Che cosa può fare, se può fare qualcosa, uno dei grandi intellettuali che abitano una molteplicità di culture? Con questo interrogativo Mazzeo apre il dialogo con Heller.

La filosofa propone un confronto tra due concetti che definiscono l’identità, partendo da Locke e Leibniz “due filosofi che si sono appassionati al concetto di identità - osserva -. Il primo sosteneva che l’identità di ciascuno è data dalla memoria personale, quindi dall’insieme di ricordi collegati a persone e luoghi. Per Leibniz invece non è così, perché se qualcuno soffre di amnesia sono gli altri 'a ricostruirgli' il suo mondo.

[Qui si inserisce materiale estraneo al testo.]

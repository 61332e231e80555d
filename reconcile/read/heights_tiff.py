"""Heights in a TIFF file: its header held against the file first, then decoded."""

from __future__ import annotations

import logging
import warnings
from pathlib import Path

import numpy as np
from numpy.typing import NDArray

from reconcile.campaign.refusal import Place, Refusal
from reconcile.read.tiff import Damaged, Page, check_strips, pages

MOST_POINTS = 64 * 10**6
_FEWEST_BITS = 16  # 8-bit heights are a picture of a map
_PALETTE = 3
_FLOATING = 3
_UNSIGNED = 1
_GDAL_NODATA = (
    42113  # the mark of a missing point, in the tag of the library that defined it; several instruments write it
)
# What the libraries raise on files that they cannot make sense of.
_TROUBLE = (
    ValueError,
    TypeError,
    KeyError,
    IndexError,
    OSError,
    EOFError,
    OverflowError,
    AttributeError,
    RuntimeError,
    SyntaxError,
)


def read_tiff_heights(path: Path, name: str) -> tuple[NDArray[np.float64], tuple[str, ...], float | None]:
    """Return the numbers of a TIFF of heights, what a person should know, and its declared mark of a missing point.

    Parameters
    ----------
    path : the file
    name : its address in messages

    Raises
    ------
    Refusal
        It cannot be opened or decoded, holds more than one map or channel, or more than 64 million points.
    """
    page = _checked_page(path, name)
    told: tuple[str, ...] = ()
    if page.sample_format[0] != _FLOATING:
        told = (f"whole numbers of {page.bits[0]} bits taken as heights",)
    try:
        heights, no_data = _whole(path, page) if page.compression == 1 else (_unpacked(path), None)
    except _TROUBLE as error:
        raise _unreadable(name, str(error)) from None
    if heights.shape != (page.rows, page.columns):
        raise _no_map(name, f"an array of shape {heights.shape}")
    return heights, told, no_data


def _checked_page(path: Path, name: str) -> Page:
    """Return the one page of heights, after everything that its header declares was held against the file."""
    try:
        with path.open("rb") as file:
            size = path.stat().st_size
            begin = file.read(4)
            if not begin:
                raise Refusal(
                    Place(name), found="an empty file", expected="a TIFF of heights", remedy="Export the map again."
                )
            if begin not in {b"II*\0", b"MM\0*", b"II+\0", b"MM\0+"}:
                raise Refusal(
                    Place(name),
                    found="a file that is no TIFF",
                    expected="a TIFF of heights, as its ending says",
                    remedy="Export the map again, or give the file the ending that it should have.",
                )
            full = [page for page in pages(file, size)[1] if not page.reduced]  # small previews are no maps
    except OSError as error:
        raise Refusal(
            Place(name),
            found=f"a file that cannot be opened ({error.strerror})",
            expected="a readable file",
            remedy="Check it.",
        ) from None
    except Damaged as damage:
        raise _unreadable(name, str(damage)) from None
    if not full:
        raise _unreadable(name, "no page but previews")
    if len(full) > 1 or full[0].declared_frames > 1:
        raise _no_map(name, f"{max(len(full), full[0].declared_frames)} pages")
    _check_declared(full[0], name)
    check_strips(full[0], size, name)
    return full[0]


def _check_declared(page: Page, name: str) -> None:
    """Refuse a page that is too large, or holds anything but one number a point."""
    if page.rows * page.columns > MOST_POINTS:
        raise Refusal(
            Place(name),
            found=f"a header that declares {page.rows} rows of {page.columns} points",
            expected=f"at most {MOST_POINTS // 10**6} million points",
            remedy="Cut the map to the crater and its surround.",
        )
    if page.samples != 1 or page.photometric == _PALETTE:
        raise _no_map(name, "colours")
    bits, floating = page.bits[0], page.sample_format[0] == _FLOATING
    if page.sample_format[0] not in {1, 2, 3} or bits not in {8, 16, 32, 64} or (floating and bits < 32):
        raise _no_map(name, f"points of {bits} bits in a form that is neither whole nor floating numbers")
    if bits < _FEWEST_BITS:
        raise _no_map(name, f"whole numbers of {bits} bits: a picture of a map")
    # Compressed points go through a library that knows no others; it does not tell 32-bit whole numbers of either sign.
    if page.compression != 1 and not ((floating and bits == 32) or (bits == 16 and page.sample_format[0] == _UNSIGNED)):
        raise Refusal(
            Place(name),
            found=f"compressed points of {bits} bits",
            expected="32-bit float heights",
            remedy="Export the map as 32-bit float, or without compression.",
        )


def _whole(path: Path, page: Page) -> tuple[NDArray[np.float64], float | None]:
    import tifffile

    log = logging.getLogger("tifffile")  # it logs what it also raises
    level = log.level
    log.setLevel(logging.CRITICAL + 1)
    try:
        with tifffile.TiffFile(path) as file:
            found = file.pages[page.number].aspage()
            tag = found.tags.get(_GDAL_NODATA)
            return found.asarray().astype(np.float64), None if tag is None else _number(str(tag.value))
    finally:
        log.setLevel(level)


def _unpacked(path: Path) -> NDArray[np.float64]:
    """Decode compressed heights with a library that stops where the declared size is reached."""
    from PIL import Image

    with warnings.catch_warnings():
        warnings.simplefilter("ignore", Image.DecompressionBombWarning)  # the size was checked
        with Image.open(path) as picture:
            return np.asarray(picture, dtype=np.float64)


def _number(text: str) -> float | None:
    try:
        return float(text.strip("\0 "))
    except ValueError:
        return None


def _unreadable(name: str, why: str) -> Refusal:
    reason = why.splitlines()[0][:120] if why.strip() else "no reason given"
    return Refusal(
        Place(name),
        found=f"a TIFF that cannot be read ({reason})",
        expected="a whole TIFF of heights",
        remedy="The file may have been cut short: export the map again.",
    )


def _no_map(name: str, found: str) -> Refusal:
    return Refusal(
        Place(name),
        found=found,
        expected="one height a point: a TIFF of one page and one channel",
        remedy="Export the heights as 32-bit float, without colours.",
    )
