"""Where the columns of a sheet are: its row of headers, its row of units, and the unit of each column."""

from __future__ import annotations

import re
from collections.abc import Iterable, Mapping
from dataclasses import dataclass

from reconcile.campaign.campaign import Table
from reconcile.campaign.number_text import is_blank
from reconcile.campaign.quantity import EXAMPLES, UnknownUnit, parse_unit
from reconcile.campaign.refusal import Note, Place, Refusal, nearest
from reconcile.read.cells import Cell, Merged, Row, Sheet

Specs = Mapping[str, str | None]  # columns that may be named, with the SI unit of each; None: text

_BRACKETS = re.compile(r"[(\[]([^()\[\]]*(?:\([^()]*\)[^()\[\]]*)?)[)\]]")
# Columns in which a cell merged downwards is one number, not the same number in every row.
_ONE_EACH = frozenset({"value", "count"})


@dataclass(frozen=True, slots=True)
class Column:
    """One named column of a sheet."""

    key: str  # its name in the manifest: "shot", "value" …
    header: str  # as the file writes it
    number: int  # from 1
    place: Place
    unit: str  # as written; "1" for a pure number
    si_unit: str | None  # None: text
    decimal: str = "."


@dataclass(frozen=True, slots=True)
class Layout:
    """A sheet whose columns were found."""

    sheet: Sheet
    header: Row
    numbers: Mapping[str, int]  # of each named column by its key, of a filter's by "only " and its header
    columns: Mapping[str, Column]
    below: Mapping[int, Row]  # rows under headers and units, by number
    merged: Mapping[int, list[Merged]]  # ranges under the headers, by each row that they cover
    notes: tuple[Note, ...]

    def cells(self, row: Row, keys: Iterable[str]) -> dict[str, Cell]:
        """Return a row's cells by key; one merged downwards counts for every row, unless it holds the value itself."""
        numbers = {key: self.numbers[key] for key in keys}
        found = {key: cell for key, number in numbers.items() if (cell := row.get(number)) is not None}
        for area in self.merged.get(row.number, ()):
            for key, number in numbers.items():
                if key not in found and key not in _ONE_EACH and area.left == number == area.right:
                    first = self.below.get(area.top)
                    cell = first.get(number) if first else None
                    if cell is not None:
                        found[key] = cell
        return found


def folded(header: str) -> str:
    """Return a header for comparison: case, blanks around and repeated, and the micro sign do not count."""
    return " ".join(header.replace("µ", "u").replace("μ", "u").split()).casefold()


def lay_out(sheet: Sheet, table: Table, specs: Specs) -> Layout:
    """Find the columns of a sheet.

    Raises
    ------
    Refusal
        No row holds every named column, two columns have one header, or a column is without its unit.
    """
    header = header_row(sheet, table)
    if header is None:
        raise _no_header(sheet, table)
    numbers = _column_numbers(sheet, header, table)
    below = {row.number: row for row in sheet.rows if row.number > header.number}
    units = _units_row(below, header, numbers, specs)
    if units is not None:
        del below[units.number]
    notes: list[Note] = []
    columns: dict[str, Column] = {}
    for key in sorted(table.columns, key=lambda one: one == "uncertainty"):  # which takes its value's unit
        inherited = columns["value"].unit if key == "uncertainty" and "value" in columns else None
        cell, si, under = header.cells[numbers[key]], specs.get(key), units.get(numbers[key]) if units else None
        unit = "1" if si is None else _unit(key, cell, under, table, (si, inherited))
        columns[key] = Column(key, cell.text, numbers[key], cell.place, unit, si)
        if si is not None:
            _note_other_unit(columns[key], table, notes)
    return Layout(sheet, header, numbers, columns, below, _merged_by_row(sheet, header.number), tuple(notes))


def header_row(sheet: Sheet, table: Table) -> Row | None:
    """Return the first row that holds every named column, cells of merged ranges filled in; None where there is none."""
    wanted = {folded(name) for name in _named(table)}
    for row in _with_merged(sheet):
        if wanted <= {folded(cell.text) for cell in row.cells.values()}:
            return row
    return None


def _named(table: Table) -> list[str]:
    return [*table.columns.values(), *table.only]


def _with_merged(sheet: Sheet) -> Iterable[Row]:
    """Yield every row with each cell of a merged range holding what its first cell holds."""
    if not sheet.merged:
        yield from sheet.rows
        return
    by_number = {row.number: row for row in sheet.rows}
    covering = _merged_by_row(sheet, 0)
    for row in sheet.rows:
        cells = dict(row.cells)
        for area in covering.get(row.number, ()):
            first = by_number.get(area.top)
            source = first.get(area.left) if first else None
            if source is not None:
                for column in range(area.left, area.right + 1):
                    cells.setdefault(column, source)
        yield Row(row.number, cells, row.hidden)


def _merged_by_row(sheet: Sheet, above: int) -> dict[int, list[Merged]]:
    """Return the merged ranges that begin below the row `above`, by each row that they cover."""
    last = sheet.rows[-1].number if sheet.rows else 0
    found: dict[int, list[Merged]] = {}
    for area in sheet.merged:
        if area.top > above:
            for number in range(area.top, min(area.bottom, last) + 1):
                found.setdefault(number, []).append(area)
    return found


def _no_header(sheet: Sheet, table: Table) -> Refusal:
    wanted = {folded(name): name for name in _named(table)}
    best, best_found = None, 0
    for row in _with_merged(sheet):
        found = len(wanted.keys() & {folded(cell.text) for cell in row.cells.values()})
        if found > best_found:
            best, best_found = row, found
    headers = [] if best is None else list(dict.fromkeys(cell.text for cell in best.cells.values() if cell.text))
    missing = [name for key, name in wanted.items() if key not in {folded(header) for header in headers}]
    near = nearest(missing[0], headers) if missing else None
    seen = f" in row {best.number}: {', '.join(headers)}" if best else ""
    return Refusal(
        sheet.place,
        found=f"no header {' and '.join(repr(name) for name in missing)}{seen}",
        expected=f"one row that holds {', '.join(repr(name) for name in wanted.values())}",
        remedy=f"Write '{near}' in the manifest if that is meant."
        if near
        else "Correct columns in the manifest, or the sheet.",
    )


def _column_numbers(sheet: Sheet, header: Row, table: Table) -> dict[str, int]:
    wanted = {**table.columns, **{f"only {name}": name for name in table.only}}
    found = {}
    for key, name in wanted.items():
        fitting = [number for number, cell in header.cells.items() if folded(cell.text) == folded(name)]
        exact = [number for number in fitting if header.cells[number].text == name]
        chosen = exact if exact else fitting
        merged = not sheet.delimited and len({header.cells[number].place for number in chosen}) == 1
        if len(chosen) > 1 and not merged:
            raise Refusal(
                header.cells[chosen[-1]].place,
                found=f"{len(chosen)} columns with the header '{name}'",
                expected="one",
                remedy="Give the columns different headers, there and in the manifest.",
            )
        found[key] = min(chosen)
    return found


# --- units ------------------------------------------------------------------------------------------------------


def _units_row(below: Mapping[int, Row], header: Row, numbers: Mapping[str, int], specs: Specs) -> Row | None:
    """Return the row directly under the headers where it holds units: no number, and a unit in a numeric column."""
    row = below.get(header.number + 1)
    if row is None:
        return None
    texts = [
        cell.text
        for key, number in numbers.items()
        if specs.get(key) is not None and (cell := row.get(number)) is not None and not is_blank(cell.text)
    ]
    if not texts or not all(_is_unit(_unbracketed(text)) for text in texts):
        return None
    return row if any(not text.isdigit() for text in texts) else None


def _is_unit(text: str) -> bool:
    try:
        parse_unit(text)
    except UnknownUnit:
        return False
    return True


def _unbracketed(text: str) -> str:
    match = _BRACKETS.fullmatch(text.strip())
    return match.group(1) if match else text


def _unit(key: str, header: Cell, under: Cell | None, table: Table, expected: tuple[str, str | None]) -> str:
    """Return a column's unit: of the manifest, else of the row of units, else of its header, else its value's.

    `expected`: the SI unit of its quantity, and the unit of the value that an uncertainty belongs to.
    """
    si, inherited = expected
    in_row = None if under is None or is_blank(under.text) else _unbracketed(under.text)
    stated = table.units.get(key) or in_row or _bracketed_unit(header.text, si, key) or inherited
    if stated is None and si == "1":
        return "1"
    if stated is not None and _fits(stated, si, key):
        return parse_unit(stated).text
    known = None
    try:
        parse_unit(stated or "")
    except UnknownUnit as unknown:
        known = unknown.known
    example = EXAMPLES.get(si, si).partition(" ")[2] or si
    raise Refusal(
        header.place,
        found=f"the header '{header.text}' " + (f"with the unit '{stated}'" if stated else "without a unit"),
        expected=f"a unit of {key} in brackets, such as ({example})",
        remedy=f"Write '{known}' if that is meant."
        if known
        else f'Add units = {{ {key} = "…" }} to this table of the manifest.',
    )


def _bracketed_unit(header: str, si: str, key: str) -> str | None:
    """Return the unit in a header's brackets: the last that fits, else the last that is one, else the last text."""
    candidates: list[str] = [text.strip() for text in _BRACKETS.findall(header) if text.strip()]
    fitting = [text for text in candidates if _fits(text, si, key)]
    if si == "1":  # a count or fraction needs no unit: other brackets are a remark
        return fitting[-1] if fitting else None
    best = fitting or [text for text in candidates if _is_unit(text)] or candidates
    return best[-1] if best else None


def _fits(text: str, si: str, key: str) -> bool:
    if key == "uncertainty" and text == "%":
        return True
    return _is_unit(text) and parse_unit(text).dimension == parse_unit(si).dimension


def _note_other_unit(column: Column, table: Table, notes: list[Note]) -> None:
    """Note where the manifest writes a header with another unit than the file: the file's counts."""
    named = _bracketed_unit(table.columns[column.key], column.si_unit or "1", column.key)
    if named is None or not _is_unit(named) or column.key in table.units:
        return
    if parse_unit(named) != parse_unit(column.unit):
        what = f"'{column.header}' is read in {column.unit}; the manifest writes that header with ({named})"
        notes.append(Note(str(column.place), what))
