"""A spreadsheet or .csv → rows of named cells: headers found, decimal signs settled, each cell with its place."""

from __future__ import annotations

from collections.abc import Mapping
from dataclasses import dataclass, field, replace
from pathlib import Path

from reconcile.campaign.campaign import Table
from reconcile.campaign.number_text import decimal_evidence, is_blank, settle_decimal, to_float
from reconcile.campaign.quantity import parse_unit
from reconcile.campaign.refusal import Note, Place, Refusal, nearest
from reconcile.read.cells import Cell, Row, Sheet
from reconcile.read.delimited import read_delimited
from reconcile.read.headers import Column, Layout, Specs, folded, header_row, lay_out
from reconcile.read.workbook import read_workbook

TARGETS = ("shot", "sample")
# First words of rows that sum up the others, in the languages of the laboratories at hand; no shot has such a name.
_SUMMARIES = frozenset(
    {
        *("total", "totals", "sum", "sums", "mean", "average", "avg", "median", "std", "stdev", "sd", "min", "max"),
        *("minimum", "maximum", "count", "summe", "gesamt", "mittel", "mittelwert", "standardabweichung", "anzahl"),
        *("somme", "moyenne"),
    }
)


@dataclass(frozen=True, slots=True)
class TableRow:
    """One row below the header."""

    place: Place  # of the whole row
    cells: Mapping[str, Cell]  # by the column's name; blank ones are missing
    whole: tuple[tuple[int, str], ...]  # every stored cell of the row, to tell equal rows
    fault: str | None = None  # why the row as a whole cannot be read


@dataclass(frozen=True, slots=True)
class SheetRead:
    """The rows of one sheet that count, and what a person should know of its reading."""

    place: Place
    columns: Mapping[str, Column]
    rows: tuple[TableRow, ...]
    notes: tuple[Note, ...] = field(default=())


def read_table(path: Path, name: str, table: Table, specs: Specs) -> list[SheetRead]:
    """Read the rows of one file that a table names.

    Parameters
    ----------
    path : the file, .xlsx or .csv
    name : its address in messages, relative to the campaign folder
    table : the manifest's entry: columns, units, sheets, filter, decimal sign, delimiter, encoding
    specs : columns that may be named, with the SI unit of each (None: text)

    Returns
    -------
    list[SheetRead]
        One for each sheet.

    Raises
    ------
    Refusal
        The file cannot be read as a whole: damaged, no such sheet or column, a column without its unit, a decimal
        sign that cannot be settled.
    """
    suffix = path.suffix.lower()
    if suffix == ".xlsx":
        sheets = read_workbook(path, name, table.sheets)
    elif suffix in {".csv", ".txt", ".tsv"}:
        sheet = read_delimited(
            path, name, table.encoding, table.delimiter, lambda one: header_row(one, table) is not None
        )
        sheets = [sheet]
    else:
        raise Refusal(
            Place(name),
            found=f"a file that ends in '{path.suffix}'",
            expected=".xlsx or .csv",
            remedy="Open it in the spreadsheet program and save it as .xlsx.",
        )
    return [_read_sheet(one, table, specs) for one in sheets]


def number(cell: Cell | None, column: Column) -> float | None:
    """Return a cell's number in its column's unit, or None where it is blank or a dash.

    Raises
    ------
    Refusal
        An error, a date, a formula without a stored value, or no number.
    """
    if cell is None or cell.blank:
        return None
    if cell.fault is not None:
        raise unreadable(cell, f"a number in '{column.header}'")
    if isinstance(cell.content, float):
        if cell.percent and column.unit != "%" and column.si_unit != "1":
            raise Refusal(
                cell.place,
                found=f"{cell.content * 100:g} % in '{column.header}'",
                expected=f"a number in {column.unit}",
                remedy='Add units = { uncertainty = "%" } to this table of the manifest.'
                if column.key == "uncertainty"
                else "Correct the cell, or its format.",
            )
        return cell.content * 100 if cell.percent and column.unit == "%" else cell.content
    text = cell.text
    if is_blank(text):
        return None
    percent = text.endswith("%") and (column.si_unit == "1" or column.unit == "%")
    try:
        value = to_float(text[:-1].strip() if percent else text, column.decimal)
    except ValueError:
        raise Refusal(
            cell.place,
            found=f"'{text}' in '{column.header}'",
            expected=f"a number, its decimal sign '{column.decimal}'",
            remedy="Correct the cell; clear it where there is no reading.",
        ) from None
    return value / 100 if percent and column.unit != "%" else value


def in_si(value: float, column: Column) -> float:
    """Return a number of a column in SI."""
    return parse_unit(column.unit).to_si(value)


def unreadable(cell: Cell, expected: str) -> Refusal:
    """Return the refusal of a cell that holds a date, an error or a formula without a stored value."""
    fault = cell.fault or f"'{cell.text}'"
    remedy = "Correct the cell."
    if "formula" in fault:
        remedy = "Open the file in the spreadsheet program, let it calculate, and save it."
    elif "date" in fault:
        remedy = "Format the cell as text and type it again: the spreadsheet turned it into a date."
    return Refusal(cell.place, found=fault, expected=expected, remedy=remedy)


def name_in(cell: Cell | None, what: str) -> str | None:
    """Return the name of a shot, a sample or a level; None where the cell is blank or a dash.

    Raises
    ------
    Refusal
        A date, an error, a formula without a stored value, or text that is no name.
    """
    if cell is None or cell.blank:
        return None
    if cell.fault is not None:
        raise unreadable(cell, f"the name of a {what}")
    text = cell.text
    if is_blank(text):
        return None
    if len(text) > 80 or "/" in text or "\\" in text or any(ord(sign) < 32 or ord(sign) == 127 for sign in text):
        raise Refusal(
            cell.place,
            found=f"'{text[:40]}'",
            expected=f"the name of a {what}: up to 80 characters without / and \\",
            remedy="Correct the name.",
        )
    return text


def _read_sheet(sheet: Sheet, table: Table, specs: Specs) -> SheetRead:
    layout = lay_out(sheet, table, specs)
    notes = [*sheet.notes, *layout.notes]
    targets = [key for key in TARGETS if key in table.columns]
    kept = []
    for row in layout.below.values():
        cells = layout.cells(row, table.columns)
        if _counts(cells, targets, layout.columns, notes):
            kept.append((row, _row(layout, row, cells)))
    kept = _filtered(kept, layout, table, notes)
    hidden = [str(row.number) for row, _ in kept if row.hidden]
    if hidden:
        listed = ", ".join(hidden[:8]) + (" …" if len(hidden) > 8 else "")
        notes.append(
            Note(str(sheet.place), f"{len(hidden)} hidden row{'s were' if len(hidden) > 1 else ' was'} read ({listed})")
        )
    rows = tuple(row for _, row in kept)
    columns = _settled(layout.columns, rows, table, notes)
    return SheetRead(sheet.place, columns, rows, tuple(notes))


def _counts(cells: Mapping[str, Cell], targets: list[str], columns: Mapping[str, Column], notes: list[Note]) -> bool:
    """Return whether a row holds a shot or sample: no blank row, total, note or repeated header."""
    named = [
        (columns[key], cell)
        for key in targets
        if (cell := cells.get(key)) is not None and (cell.fault is not None or not is_blank(cell.text))
    ]
    if not named:
        return not targets and bool(cells)
    column, cell = named[0]
    if folded(cell.text) == folded(column.header):
        return False
    if cell.text.casefold().rstrip(" :") in _SUMMARIES:
        notes.append(Note(str(cell.place), f"'{cell.text}' taken as a row that sums up others, and left out"))
        return False
    return True


def _row(layout: Layout, row: Row, cells: dict[str, Cell]) -> TableRow:
    sheet, last = layout.sheet, max(layout.header.cells)
    place = Place(sheet.place.file, sheet=sheet.place.sheet, line=row.number)
    whole = tuple((number_, cell.fault or cell.text) for number_, cell in sorted(row.cells.items()))
    torn = sheet.commas and bool(row.cells) and max(row.cells) > last
    return TableRow(place, cells, whole, f"a row of {max(row.cells)} cells below {last} headers" if torn else None)


_Kept = list[tuple[Row, TableRow]]


def _filtered(kept: _Kept, layout: Layout, table: Table, notes: list[Note]) -> _Kept:
    """Return the rows that `only` keeps; the others are counted in a note."""
    if not table.only:
        return kept
    keys = {f"only {name}": " ".join(wanted.split()) for name, wanted in table.only.items()}
    remaining: _Kept = []
    seen: set[str] = set()
    for row, found in kept:
        cells = layout.cells(row, keys)
        texts = {key: " ".join(cells[key].text.split()) if key in cells else "" for key in keys}
        seen.update(texts.values())
        if texts == keys:
            remaining.append((row, found))
    wanted = " and ".join(f"{name} = '{text}'" for name, text in table.only.items())
    if not remaining and kept:
        near = nearest(next(iter(table.only.values())), sorted(seen))
        raise Refusal(
            layout.sheet.place,
            found=f"no row with {wanted}",
            expected="at least one row that `only` keeps",
            remedy=f"Write '{near}' in `only` if that is meant." if near else "Correct `only` in the manifest.",
        )
    left = len(kept) - len(remaining)
    if left:
        what = f"{left} row{'s' if left > 1 else ''} left out: only rows with {wanted} are kept"
        notes.append(Note(str(layout.sheet.place), what))
    return remaining


def _settled(
    columns: Mapping[str, Column], rows: tuple[TableRow, ...], table: Table, notes: list[Note]
) -> dict[str, Column]:
    """Return the columns with the decimal sign of each; raises Refusal where it stays open."""
    typed = {key: _typed(key, column, rows) for key, column in columns.items()}
    evidence = {key: {decimal_evidence(text) for text in texts} - {None} for key, texts in typed.items()}
    done = {}
    for key, column in columns.items():
        try:
            sign = table.decimal or settle_decimal(typed[key]) or "."
        except ValueError as open_numbers:
            raise _unsettled(column, str(open_numbers)) from None
        if table.decimal is None and any("," in text for text in typed[key]) and evidence[key]:
            how = "a decimal comma" if sign == "," else "a decimal point, commas between thousands"
            notes.append(Note(str(column.place), f"'{column.header}' read with {how}"))
        done[key] = replace(column, decimal=sign)
    if table.decimal is None and any(column.decimal == "," for column in done.values()):
        for key, column in done.items():
            if evidence[key] == {"?."}:  # 1.234 alone is a decimal point, but not beside decimal commas
                example = next(text for text in typed[key] if decimal_evidence(text) == "?.")
                raise _unsettled(column, f"'{example}' beside columns with a decimal comma")
    return done


def _typed(key: str, column: Column, rows: tuple[TableRow, ...]) -> list[str]:
    """Return the numbers of a column that stand there as text."""
    if column.si_unit is None:
        return []
    cells = (cell for row in rows if (cell := row.cells.get(key)) is not None)
    return [cell.text.rstrip(" %") for cell in cells if cell.fault is None and isinstance(cell.content, str)]


def _unsettled(column: Column, numbers: str) -> Refusal:
    return Refusal(
        column.place,
        found=f"{numbers} in '{column.header}', which can be read in two ways",
        expected="numbers that show which sign is the decimal one",
        remedy='Add decimal = "," or decimal = "." to this table of the manifest.',
    )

Possiamo così sostenere che l’ identità è duplice: soggettiva, costituita cioè dai nostri ricordi, e oggettiva, composta da ciò che gli altri pensano di noi. I due tipi di identità non sempre si assomigliano perché ciascuno vive delle esperienze in modo diverso, così ciascun protagonista della storia può dare ad essa un tipo di racconto diverso”.

Heller si sofferma quindi sul concetto di identità collettiva quale evento vissuto da più persone. "Pensiamo, ad esempio, a un terremoto: ciascuno lo racconta, ma c’è anche la storia di come siamo sopravvissuti a detto evento, e quindi la narrazione di una memoria collettiva - aggiunge -. La memoria storica ci viene trasmessa da padri madri e da altre figure: se proveniamo dallo stesso luogo è probabile che abbiamo la stessa memoria storica”.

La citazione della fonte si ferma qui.